Dostoievski nació en 1821, Proust murió en 1922. Cuando murió Dostoievski, Proust tenía 10 años. Mucho tiempo después, en un lugar cualquiera, a la hora que sea: uno tiene prisa, el otro no se apura.
D —Y no se diga más.
P —Perdone si insisto, no podemos reducir la
belleza a un asunto moral.
D —¿Reducirla?
P —Usted dice que la belleza salvará al mundo.
D —Sí.
P —En cambio, uno de sus personajes afirma
que la belleza es algo espantoso.
D —Mitia… son cosas de él.
P —¿Y usted qué piensa?
D —Pienso que Mitia tiene razón cuando dice:
“No puedo soportar que un hombre de gran corazón
y de elevada inteligencia empiece por el
ideal de la virgen y termine por el de Sodoma.

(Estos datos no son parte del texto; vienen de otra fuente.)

def test_control_shorter_than_30_years_fails(clean, broken_copy, tmp_path):
    (tas, *_) = shorten_control(broken_copy, 25)
    result = extract_broken(broken_copy, tmp_path)
    assert_fails(result, clean, tas, "for abrupt-4xCO2: the control", "has 15 years from branch year 1860",
                 "at least 30 are needed for the drift fit",
                 "supply a longer control run, or lower [extraction] min_control_years (now 30) in the config",
                 what="piControl")


# 10 ------------------------------------------------------------------------------ branch information


def test_missing_branch_time_falls_back_to_control_start_with_flag(clean, broken_copy, tmp_path):
    for variable in FLUXES:
        set_attrs(file_of(broken_copy, variable=variable), branch_time_in_parent=None)
    result = extract_broken(broken_copy, tmp_path)
    row = assert_flagged(result, clean, "branch_assumed")
    assert row["ecs_eff"] is not None and row["n_years"] == 40


@pytest.mark.parametrize("units, fragment", [
    ("days since 2400-01-01", "branches in control year 2410"),
    ("fortnights after lunch", "cannot decode branch_time_in_parent=3650.0 in 'fortnights after lunch'"),
])
def test_inconsistent_parent_time_units_fail(clean, broken_copy, tmp_path, units, fragment):
    for variable in FLUXES:
        set_attrs(file_of(broken_copy, variable=variable), parent_time_units=units)
    result = extract_broken(broken_copy, tmp_path)
    assert_fails(result, clean, file_of(broken_copy), fragment,
                 "fix branch_time_in_parent and parent_time_units in the global attributes of the abrupt-4xCO2 files")


# 11 ------------------------------------------------------------------------------ grids


def test_grids_differing_between_variables_of_a_run(clean, broken_copy, tmp_path):
    path = file_of(broken_copy, variable="rlut")
    _, data, attrs, _ = read_file(path)
    path.unlink()
    write_monthly_file(path, "rlut", data[:, :3, :], nyears=40, attrs=attrs, nlat=3)  # 3 latitudes, not 4
    result = extract_broken(broken_copy, tmp_path)
    assert_fails(result, clean, path, "grid of rlut differs from that of tas",
                 "regrid or use the variables of one grid_label")


# 12 ------------------------------------------------------------------------------ identity


def test_attributes_disagreeing_with_the_path_are_flagged(clean, broken_copy, tmp_path):
    # issue 11: the DRS path names the run (the files' attributes are reported); the disagreement is a flag
    for variable in FLUXES:
        set_attrs(file_of(broken_copy, variable=variable), source_id="CEDAR-9", experiment_id="abrupt-5xCO2")
    result = extract_broken(broken_copy, tmp_path)
    row = assert_flagged(result, clean, "attribute_mismatch")
    same_numbers(row, rows_by_model(clean)[TARGET])


# 13 ------------------------------------------------------------------------------ short abrupt run


def test_abrupt_run_shorter_than_fit_window(clean, broken_copy, tmp_path):
    first = [rewrite(file_of(broken_copy, variable=v), [range(0, 30 * 12)])[0] for v in FLUXES][0]
    result = extract_broken(broken_copy, tmp_path)
    assert_fails(result, clean, first, "Gregory fit needs years 1-40 (40 years)", "the run has years 1-30, 30 years",
                 "set [extraction] fit_years (now 1-40) in the config to what the run has, or supply a longer run")


def test_window_past_a_short_run_in_the_config_names_its_key(clean, clean_archive, tmp_path):
    settings = dataclasses.replace(SETTINGS, early_years=(1, 50))  # early segment longer than the run
    result = run_extract(clean_archive, tmp_path / "out", settings)
    assert result.rows == [] and sorted(f.model for f in result.failures) == sorted(MODELS)
    for failure in result.failures:
        assert failure.message.startswith(f"model {failure.model} member r1i1p1f1 abrupt-4xCO2: file ")
        assert "needs years 1-50" in failure.message
        assert "set [extraction] early_years (now 1-50) and [extraction] late_years (now 11-40)" in failure.message


# 14 ------------------------------------------------------------------------------ non-physical run


@pytest.mark.parametrize("feedback", [0.3, -0.15], ids=["positive_feedback", "ecs_above_20K"])
def test_nonphysical_run_is_flagged_and_reported(clean, broken_copy, tmp_path, feedback):
    for path in list(broken_copy.rglob(f"*_{TARGET}_*.nc")):
        path.unlink()
    write_model(broken_copy, TARGET, feedback=feedback)
    result = extract_broken(broken_copy, tmp_path)
    row = assert_flagged(result, clean, "nonphysical")
    # values are reported, not hidden: ecs_eff = -F / (2 λ) (Gregory et al. 2004): -11.7 K or 23.3 K here
    assert row["feedback"] == pytest.approx(feedback, abs=1e-4)
    assert row["ecs_eff"] == pytest.approx(-F4X / (2 * feedback), rel=1e-4)
    assert not 0 < row["ecs_eff"] <= SETTINGS.ecs_max
    assert FEEDBACK < 0  # the clean models are stable


# 15 ------------------------------------------------------------------------------ nothing to extract


def test_empty_archive_is_a_failure_not_a_crash(tmp_path):
    (tmp_path / "archive").mkdir()
    result = run_extract(tmp_path / "archive", tmp_path / "out")
    assert not result.ok and result.rows == []
    (failure,) = result.failures
    assert failure.what == "archive" and "\n" not in failure.message
    assert "holds no monthly files of tas" in failure.message
    assert "nothing to extract — check the path" in failure.message
    assert failure.message in (tmp_path / "out" / "report.md").read_text()
    assert (tmp_path / "out" / "sensitivity.csv").read_text().count("\n") == 1  # the header only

Pero lo más horrible es que, llevando en su corazón
el ideal de Sodoma, no repudie el de la
virgen”. Usted conoce el tema, ¿cierto?
P —No se deje engañar por el título de un libro
ni por mis personajes… Yo no creo que la
vida y la obra de un autor profesen la misma
realidad.
D —¿Ah, no?
P —He escrito algo sobre el tema… y creo que a
usted también le convendría pensarlo…
D —Yo he manifestado mis ideas públicamente,
siempre.
P —Casi siempre… No olvidará el capítulo que
fue censurado en Los demonios… y que se conoció
sólo en 1922.
D —Repito: no soy responsable de las ideas y
las acciones de mis personajes. Yo escribo, y si
el gobierno me censura…
P —Usted empuñó sus ideas en artículos feroces
y no defendió, con la misma convicción, la
integridad de su novela. ¿Un autor puede valerse
de pesos y medidas diferentes para dos
facetas de su obra?
D —Mire, cuando digo que hay que separar mis
ideales de aquellos de mis personajes, marco
una distinción de contenido, no de valor: soy un
personaje más de mis novelas, y las opiniones
que yo manifiesto en un periódico y dirijo a un
público real no son más valiosas de las que pueden
expresar u ocultar los personajes que habitan
en mis libros. La conciencia humana es un
dominio fluido, que se expande y se contrae, no
hay confines definidos, no hay censura capaz
de sujetar los anhelos del alma. Su liberación
es lo que produce mis novelas.
P —¿Sabe lo que me preguntó mi novia?
D —No, no lo sé, pero sé que usted es un experto
militante del arte de la conversación y no
me extraña un salto tan osado desde los anhelos
del alma y las ideas a sus intrigas amorosas.
P —Tiene que ver con usted…
D —Su novia… ¿conmigo?
P —Un día, Albertine me preguntó si usted, alguna
vez, mató a alguien.
Dostoievski suelta la carcajada.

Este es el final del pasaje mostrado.